Copy word for word, please, the lines of the entries below running from the one containing "t => [index('sign_in_failures_key_at_idx').on(t.key, t.at)])" to the one containing "export type JurisdictionRow", both ends included.

--- Stored items ---
☆ ☆ ☆ ☆
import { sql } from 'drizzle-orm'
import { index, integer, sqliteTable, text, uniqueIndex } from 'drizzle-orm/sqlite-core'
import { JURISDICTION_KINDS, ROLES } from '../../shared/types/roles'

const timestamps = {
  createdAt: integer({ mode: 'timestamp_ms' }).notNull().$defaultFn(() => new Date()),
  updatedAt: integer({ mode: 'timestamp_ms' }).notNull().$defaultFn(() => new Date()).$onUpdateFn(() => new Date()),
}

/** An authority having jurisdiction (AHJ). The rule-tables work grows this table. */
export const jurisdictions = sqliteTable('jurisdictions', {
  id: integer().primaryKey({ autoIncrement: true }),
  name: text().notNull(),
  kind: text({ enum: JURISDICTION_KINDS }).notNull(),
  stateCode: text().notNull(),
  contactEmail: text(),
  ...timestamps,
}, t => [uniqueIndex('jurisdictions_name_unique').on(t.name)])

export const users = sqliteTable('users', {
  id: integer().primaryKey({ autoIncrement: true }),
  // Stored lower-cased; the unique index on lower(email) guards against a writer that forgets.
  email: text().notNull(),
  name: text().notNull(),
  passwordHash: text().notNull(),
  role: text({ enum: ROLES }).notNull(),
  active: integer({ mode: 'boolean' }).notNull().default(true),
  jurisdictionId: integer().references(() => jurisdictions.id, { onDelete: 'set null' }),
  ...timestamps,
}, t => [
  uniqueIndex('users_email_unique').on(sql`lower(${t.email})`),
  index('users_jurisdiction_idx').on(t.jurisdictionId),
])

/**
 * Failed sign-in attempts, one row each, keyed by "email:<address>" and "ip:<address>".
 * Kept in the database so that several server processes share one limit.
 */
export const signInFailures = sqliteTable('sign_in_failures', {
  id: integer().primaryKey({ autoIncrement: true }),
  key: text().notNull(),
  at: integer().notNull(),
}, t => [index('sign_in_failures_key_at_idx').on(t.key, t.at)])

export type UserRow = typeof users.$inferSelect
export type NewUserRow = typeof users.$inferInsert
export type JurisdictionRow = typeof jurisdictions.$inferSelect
☆ ☆ ☆ ☆
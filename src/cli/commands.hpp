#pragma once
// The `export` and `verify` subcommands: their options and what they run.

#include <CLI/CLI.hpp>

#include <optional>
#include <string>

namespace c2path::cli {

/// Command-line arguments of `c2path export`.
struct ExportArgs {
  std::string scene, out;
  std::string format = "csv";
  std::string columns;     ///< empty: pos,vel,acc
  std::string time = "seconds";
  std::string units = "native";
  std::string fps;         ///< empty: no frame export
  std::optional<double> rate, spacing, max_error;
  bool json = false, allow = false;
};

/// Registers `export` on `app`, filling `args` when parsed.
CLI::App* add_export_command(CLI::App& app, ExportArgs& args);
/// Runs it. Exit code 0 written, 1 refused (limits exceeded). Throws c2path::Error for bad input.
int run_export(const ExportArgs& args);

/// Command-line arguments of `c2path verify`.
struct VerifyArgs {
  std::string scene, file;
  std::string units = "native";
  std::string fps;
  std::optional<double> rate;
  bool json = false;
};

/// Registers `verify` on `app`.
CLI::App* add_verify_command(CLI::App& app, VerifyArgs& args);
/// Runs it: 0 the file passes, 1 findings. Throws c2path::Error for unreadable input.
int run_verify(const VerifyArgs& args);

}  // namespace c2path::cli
☆ ☆ ☆ ☆
--- Exercise result ---
}, t => [index('sign_in_failures_key_at_idx').on(t.key, t.at)])

export type UserRow = typeof users.$inferSelect
export type NewUserRow = typeof users.$inferInsert
export type JurisdictionRow = typeof jurisdictions.$inferSelect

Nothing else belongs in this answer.